In part 1 I cover some basic ZFS theory and the layout of a high performance ZFS pool for ESXi VM block storage. I will be using TrueNAS Core, which in my opinion is hands down the best free storage platform on the market and it is open source. TrueNAS Core will give the big boys a run for their money.
TrueNAS Core runs on FreeBSD a very stable OS and uses the OpenZFS file system. It has an excellent web based user interface that is very intuitive. My only complaint is that iXsystems the maker of TureNAS Core does not allow the configuration of Fibre Channel from the GUI as this is restricted to TrueNAS Enterprise which is only available with the official TrueNAS hardware.
ZFS is an advanced file system that offers many beneficial features such as pooled storage, data scrubbing and integrity checking, redundancy, scale and more.
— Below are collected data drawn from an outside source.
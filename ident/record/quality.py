"""Quality columns: rows that the data source itself calls bad are left out of every fit, whatever they hold."""

from __future__ import annotations

import re
from collections.abc import Callable

import numpy as np

from ident.findings import Finding, Value
from ident.record.quote import counted, listed, quoted
from ident.record.segments import Flags, Lines
from ident.record.words import BLANK, Words

_GOOD = frozenset(["good", "gut", "ok", "bon", "bonne", "bueno", "buena", "buono", "buona", "valid"])
_BAD = frozenset(
    (
        *("bad", "uncertain", "invalid", "schlecht", "unsicher", "mauvais", "mauvaise", "incertain"),
        *("malo", "mala", "incierto", "cattivo", "incerto"),
    )
)
# OPC DA: the top two bits of a byte, 192 is good; 216 is a forced value, good to act on but not to fit. The low
# two bits say that the value is held at its low (1) or high (2) limit.
_DA_QUALITY, _DA_GOOD, _DA_STATUS, _DA_FORCED, _DA_LIMIT = 0xC0, 0xC0, 0xFC, 0xD8, 0x03
_LIMITS = {1: "low", 2: "high"}
# OPC UA: the top two of 32 bits, 0 is good; a forced value likewise.
_UA_SEVERITY, _UA_FORCED = 30, 0x0096


def judge(columns: dict[str, Words], line: Lines) -> tuple[Flags, list[Finding]]:
    """Rows to leave out, (n,), and what was found in the status columns.

    columns   {header: words}
    line      (n,) file lines
    """
    bad = np.zeros(len(line), dtype=np.bool_)
    found = []
    for name, words in columns.items():
        counts = words.counts()
        good = _language(list(counts), name)
        if good is None:
            found.append(_ignored(counts, words, name))
            continue
        here = ~words.where([w for w in counts if good(w)])
        if here.any():
            bad |= here
            count, first = int(here.sum()), int(line[np.argmax(here)])
            left = counted(count, "row is left out", "rows are left out")
            message = f"{left}, of bad, uncertain or forced quality by column {quoted(name)}"
            evidence: dict[str, Value] = {"column": name, "count": count, "first_line": first}
            found.append(Finding("bad-quality", "warning", f"{message}; the first is line {first}.", evidence))
        if good is _da_good:
            found += _limited(counts, name)
    return bad, found


def _language(words: list[str], name: str) -> Callable[[str], bool] | None:
    """What tells a good word from a bad one; None where the column speaks no known language."""
    if not words:
        return None
    if not all(w.isascii() and w.isdigit() and int(w) < 2**32 for w in words):
        known = all(_leading(w) in _GOOD | _BAD for w in words)
        return (lambda w: _leading(w) in _GOOD) if known else None
    codes = [int(w) for w in words]
    if max(codes) > 0xFFFF or "statuscode" in name.casefold().replace(" ", ""):
        return _ua_good
    if any(code & _DA_QUALITY == _DA_GOOD for code in codes) and max(codes) <= 0xFF:
        return _da_good
    return None  # only zeros, for one: bad in OPC DA, good in OPC UA


def _leading(word: str) -> str:
    match = re.match(r"[^\W_]+", word.casefold())
    return match[0] if match else ""


def _da_good(word: str) -> bool:
    code = int(word)
    return code & _DA_QUALITY == _DA_GOOD and code & _DA_STATUS != _DA_FORCED


def _ua_good(word: str) -> bool:
    code = int(word)
    return code >> _UA_SEVERITY == 0 and code >> 16 != _UA_FORCED


def _limited(counts: dict[str, int], name: str) -> list[Finding]:
    rows = {
        side: sum(n for w, n in counts.items() if _da_good(w) and int(w) & _DA_LIMIT == bits)
        for bits, side in _LIMITS.items()
    }
    if not any(rows.values()):
        return []
    message = (
        f"Column {quoted(name)} says that the value is held at its low limit in {counted(rows['low'])} and at its "
        f"high limit in {rows['high']}: the signal is saturated there."
    )
    evidence: dict[str, Value] = {"column": name, "low": rows["low"], "high": rows["high"]}
    return [Finding("limit-flags", "warning", message, evidence)]


def _ignored(counts: dict[str, int], words: Words, name: str) -> Finding:
    if list(counts) == ["0"]:
        return Finding(
            "status-ambiguous",
            "warning",
            f"Column {quoted(name)} holds only 0, which is good in OPC UA and bad in OPC DA: it was not used and all "
            'rows were kept. Name the column "StatusCode" if it is OPC UA; do not use the log if it is OPC DA.',
            {"column": name, "count": int((words.codes != BLANK).sum())},
        )
    other = len(words.codes) - max(counts.values(), default=len(words.codes))
    apart = counted(other, "row differs", "rows differ")
    differ = f"; it holds {listed(list(counts)[:4])}, and {apart} from the first of these" if other else ""
    return Finding(
        "status-ignored",
        "warning" if other else "info",
        f"Column {quoted(name)} (status) was not used{differ}.",
        {"column": name, "rows_differing": other},
    )
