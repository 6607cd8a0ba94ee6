"""Units of speed: which name the same thing, and what is to be said where two meet in one log."""

from __future__ import annotations

import math

from ident.findings import Finding
from ident.record.segments import Floats

_RPM = {
    **dict.fromkeys(("rpm", "1/min", "min-1", "u/min", "tr/min", "g/min", "giri/min"), 1.0),
    **dict.fromkeys(("rps", "rev/s", "turns/s", "hz"), 60.0),
    "rad/s": 30.0 / math.pi,
    **dict.fromkeys(("deg/s", "°/s"), 1.0 / 6.0),
}


def in_speed_unit(setpoint: Floats, unit: str, speed_unit: str) -> tuple[Floats, list[Finding]]:
    """The setpoint in the unit of the speed, where both are known; a finding where they differ."""
    mine, other = (_RPM.get(u.casefold()) for u in (unit, speed_unit))
    if unit.casefold() == speed_unit.casefold() or not unit or not speed_unit or (mine and mine == other):
        return setpoint, []
    evidence: dict[str, float | int | str | bool | None] = {"setpoint_unit": unit, "speed_unit": speed_unit}
    if mine and other:
        message = f"The setpoint is logged in {unit} and the speed in {speed_unit}: the setpoint was converted."
        return setpoint * (mine / other), [Finding("units-converted", "info", message, evidence)]
    message = f"The setpoint is in {unit} and the speed in {speed_unit}: they are not compared before one is converted."
    return setpoint, [Finding("units-differ", "warning", message, evidence)]


def cell_units(units: dict[str, dict[str, int]]) -> list[Finding]:
    """What was said of units inside cells.

    units   {role: {unit: cells}}
    """
    found = []
    plain = {role: next(iter(n)) for role, n in units.items() if len(n) == 1}
    if plain:
        listed = ", ".join(f"{unit} for {role}" for role, unit in plain.items())
        message = f"Units stood inside the cells and were taken off: {listed}."
        evidence: dict[str, float | int | str | bool | None] = {f"unit: {role}": unit for role, unit in plain.items()}
        found.append(Finding("units-in-cells", "info", message, evidence))
    for role, counts in units.items():
        if len(counts) > 1:
            shown = ", ".join(f"{unit} ({count})" for unit, count in counts.items())
            message = f"The cells of {role} carry different units: {shown}. They were not converted: export one unit."
            found.append(Finding("mixed-units", "error", message, {"role": role, "units": len(counts)}))
    return found
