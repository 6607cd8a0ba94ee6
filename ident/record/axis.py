"""Checks of a time axis: repeated rows, clocks that run backwards, gaps and jitter."""

from __future__ import annotations

import numpy as np

from ident.errors import ReadError
from ident.findings import Finding
from ident.record.segments import Flags, Floats, Lines, gaps, uniform_step


def without_duplicates(time: Floats, columns: list[Floats], line: Lines) -> tuple[Flags, list[Finding]]:
    """Rows to keep: all but exact repetitions of the row before, which a logger that resends writes.

    time, columns    (n,) each
    line             (n,) file lines
    """
    again = np.diff(time) == 0
    if again.any():
        for column in columns:
            a, b = column[:-1], column[1:]
            again &= (a == b) | (np.isnan(a) & np.isnan(b))
    kept = np.concatenate(([True], ~again))
    count = int(again.sum())
    if count == 0:
        return kept, []
    first = int(line[1:][again][0])
    message = f"{count} rows repeat the row before exactly and were dropped; the first is line {first}."
    return kept, [Finding("dropped-duplicates", "warning", message, {"count": count, "first_line": first})]


def check_increasing(time: Floats, line: Lines) -> None:
    """Raise ReadError time-not-increasing at the first stamp that stands still or goes back."""
    steps = np.diff(time)
    bad = np.flatnonzero(steps <= 0)
    if len(bad) == 0:
        return
    row = int(bad[0]) + 1
    step = float(steps[row - 1])
    if step == 0:
        what = "repeats the stamp of the row before with other values"
        advice = "export stamps with the full resolution of the sampling"
    else:
        what = f"lies {-step:.6g} s before the row before it"
        advice = "sort the rows if they were mixed up, or export the parts before and after a clock change apart"
    raise ReadError(
        "time-not-increasing",
        f"Line {line[row]} {what} ({len(bad)} such rows): {advice}.",
        {"line": int(line[row]), "count": len(bad), "step_s": step},
    )


def findings(time: Floats, line: Lines) -> list[Finding]:
    """gap and irregular-sampling, with figures and places."""
    found = []
    jumps = gaps(time)
    if len(jumps):
        steps = time[jumps] - time[jumps - 1]
        largest = int(np.argmax(steps))
        at = int(jumps[largest])
        found.append(
            Finding(
                "gap",
                "warning",
                f"The record has {len(jumps)} gaps, the largest of {steps[largest]:.6g} s before line {line[at]} "
                f"({time[at]:.6g} s from the start); nothing is fitted across them.",
                {
                    "count": len(jumps),
                    "largest_s": float(steps[largest]),
                    "at_s": float(time[at]),
                    "line": int(line[at]),
                },
            )
        )
    pieces = np.split(time, jumps)
    if any(len(piece) > 2 and uniform_step(piece) is None for piece in pieces):
        steps = np.delete(np.diff(time), jumps - 1)
        low, middle, high = (float(q) for q in np.quantile(steps, (0.0, 0.5, 1.0)))
        found.append(
            Finding(
                "irregular-sampling",
                "warning",
                f"The rows are not evenly spaced: steps of {low:.6g} to {high:.6g} s, the median {middle:.6g} s.",
                {
                    "shortest_step_s": low,
                    "median_step_s": middle,
                    "longest_step_s": high,
                    "step_std_s": float(np.std(steps)),
                },
            )
        )
    return found
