"""From cells to numbers: plain ones as they stand, others by one rule for the whole column."""

from __future__ import annotations

import re
from collections import Counter
from dataclasses import dataclass

import numpy as np
import pandas as pd
from numpy.typing import NDArray

from ident.errors import ReadError
from ident.record.quote import printable, quoted
from ident.record.segments import Flags, Floats, Lines

_EXPONENT = r"(?:[eE][+-]?[0-9]+)?"
_UNIT = re.compile(r"[ \t]*(?:rpm|1/min|U/min|tr/min|rad/s|rps|rev/s|Hz|%|mA|mV|V|A|s|ms)$")
_INFINITE = re.compile(r"[+-]?(?:inf(?:inity)?|∞|1\.#INF)", re.IGNORECASE)
_HAS_DIGITS = re.compile(r"[+-]?[.,]?[0-9]")
_WORDS_KEPT = 5
# More cells than this share that hold digits and yet are no numbers: the log was not understood.
_NOT_UNDERSTOOD = 0.02


@dataclass(frozen=True, slots=True)
class Numbers:
    """One column as numbers.

    values    (n,), NaN where missing
    words     {word: count} of what stood in place of numbers, the commonest few
    unread    rows with a word
    blank     rows with an empty cell
    """

    values: Floats
    words: dict[str, int]
    unread: int
    blank: int


def to_numbers(cells: pd.Series, *, name: str, decimal: str, line: Lines) -> Numbers:
    """Read a column; infinite numbers are refused, words become missing.

    line    (n,) file line of each row

    Raises ReadError: not-finite, no-numbers, ambiguous-numbers, unreadable-number.
    """
    words: Counter[str] = Counter()
    if cells.dtype.kind in "iuf":
        values = cells.to_numpy(dtype=np.float64)
        blank = int(np.isnan(values).sum())
    else:
        values, words, blank = _from_text(cells, name=name, decimal=decimal, line=line)
    bad = np.isinf(values)
    if bad.any():
        at = int(line[np.argmax(bad)])
        raise ReadError(
            "not-finite",
            f"Line {at}, column {quoted(name)}: the number is infinite or too large; replace it by "
            "a number or leave the cell empty.",
            {"line": at, "column": printable(name), "count": int(bad.sum())},
        )
    if not np.isfinite(values).any():
        shown = f"; it holds {quoted(next(iter(words)))}" if words else ""
        raise ReadError(
            "no-numbers",
            f"Column {quoted(name)} has no numbers{shown}: check which column it is, and the decimal sign.",
            {"column": printable(name)},
        )
    return Numbers(values, dict(words.most_common(_WORDS_KEPT)), words.total(), blank)


def _from_text(cells: pd.Series, *, name: str, decimal: str, line: Lines) -> tuple[Floats, Counter[str], int]:
    text = cells.where(cells.notna(), "").astype("str").str.strip()
    array = text.to_numpy(dtype=object)
    blank = array == ""
    values = np.full(len(array), np.nan)
    plain = text.str.fullmatch(
        rf"[+-]?(?:[0-9]+{re.escape(decimal)}?[0-9]*|{re.escape(decimal)}[0-9]+){_EXPONENT}"
    ).to_numpy(dtype=np.bool_)
    rest = np.flatnonzero(~plain & ~blank)
    if any(_HAS_DIGITS.match(array[i]) and "#" not in array[i] for i in rest):
        return _by_one_rule(array, blank, name=name, decimal=decimal, line=line)
    values[plain] = text[plain].str.replace(decimal, ".", regex=False).to_numpy(dtype=object).astype(np.float64)
    infinite = [i for i in rest if _INFINITE.fullmatch(array[i])]
    values[infinite] = np.inf
    words = Counter(printable(array[i]) for i in rest)
    return values, words, int(blank.sum())


def _by_one_rule(
    array: NDArray[np.object_], blank: Flags, *, name: str, decimal: str, line: Lines
) -> tuple[Floats, Counter[str], int]:
    """The slow way: units stripped, decimal and thousands signs decided by the whole column."""
    stripped = [_UNIT.sub("", cell) for cell in array]
    point, comma = _grouping(stripped, decimal, name, line)
    grouped = rf"[0-9]{{1,3}}(?:{re.escape(comma)}[0-9]{{3}})+"
    pattern = re.compile(rf"[+-]?(?:{grouped}|[0-9]*)(?:{re.escape(point)}[0-9]*)?{_EXPONENT}")
    values = np.full(len(array), np.nan)
    words: Counter[str] = Counter()
    odd: list[int] = []
    for i in np.flatnonzero(~blank).tolist():
        cell = stripped[i]
        if _INFINITE.fullmatch(cell):
            values[i] = np.inf
        elif pattern.fullmatch(cell) and _HAS_DIGITS.match(cell):
            values[i] = float(cell.replace(comma, "").replace(point, "."))
        else:
            words[printable(array[i])] += 1
            if _HAS_DIGITS.match(cell) and "#" not in cell:
                odd.append(i)
    if len(odd) > _NOT_UNDERSTOOD * len(array):
        raise ReadError(
            "unreadable-number",
            f"Line {line[odd[0]]}, column {quoted(name)}: {quoted(array[odd[0]])} is not a plain "
            "number; export numbers without units or thousands signs.",
            {"line": int(line[odd[0]]), "column": printable(name), "count": len(odd)},
        )
    return values, words, int(blank.sum())


def _grouping(cells: list[str], decimal: str, name: str, line: Lines) -> tuple[str, str]:
    """The decimal sign and the thousands sign of a column: decided by all its cells, never by one."""
    single = {sign: [i for i, c in enumerate(cells) if c.count(sign) == 1] for sign in ".,"}

    # A sign is surely decimal where it does not part groups of three, or follows the other sign.
    def decimal_for_sure(sign: str, other: str) -> bool:
        grouped = re.compile(rf"[+-]?[0-9]{{1,3}}{re.escape(sign)}[0-9]{{3}}")
        return any(
            not grouped.fullmatch(cells[i])
            and re.fullmatch(rf"[+-]?[0-9{other}]*{re.escape(sign)}[0-9]*{_EXPONENT}", cells[i])
            for i in single[sign]
        )

    point, comma = decimal_for_sure(".", ","), decimal_for_sure(",", ".")
    if point and comma:
        return (".", ",") if decimal == "." else (",", ".")
    if point or comma:
        return (".", ",") if point else (",", ".")
    other = "," if decimal == "." else "."
    if any(c.count(other) for c in cells if re.fullmatch(r"[+-]?[0-9.,]+", c)):
        row = next(i for i, c in enumerate(cells) if other in c)
        raise ReadError(
            "ambiguous-numbers",
            f"Line {line[row]}, column {quoted(name)}: {quoted(cells[row])} may have a decimal or "
            "a thousands sign, and no other cell decides; export without thousands signs.",
            {"line": int(line[row]), "column": printable(name)},
        )
    return decimal, other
One of the most beneficial and miss understood features of ZFS is the way it caches reads and writes. ZFS allows for tiered caching of data through the use of system RAM, NVMe and SSDs. ZFS is a very powerful storage system and if you build the pool right ZFS can give you great performance, but with great power comes great responsibility, just because ZFS allows you to do something does not mean you should.
Special VDEVs & Caching
Pools can make use of special purpose VDEVs to improve the performance of the pool that they are attached to. We will be focusing on the L2ARC and SLOG in this blog. Newer versions of ZFS have added Metadata and dedup table VDEVs
System RAM is the top tier of caching in ZFS. Adaptive Replacement Cache (ARC) is held in RAM and is where ZFS places the most recently and frequently read data and being RAM, reads are lightning fast. When all of the space in the ARC is utilised, ZFS places the less frequently used data into the Level 2 Adaptive Replacement Cache (L2ARC) if used, which can be any GEOM provider but NVMe is best. The ARC and L2ARC are used to speed up reads so that the system doesn’t need to go searching through slow spinning disks every time it needs to find data.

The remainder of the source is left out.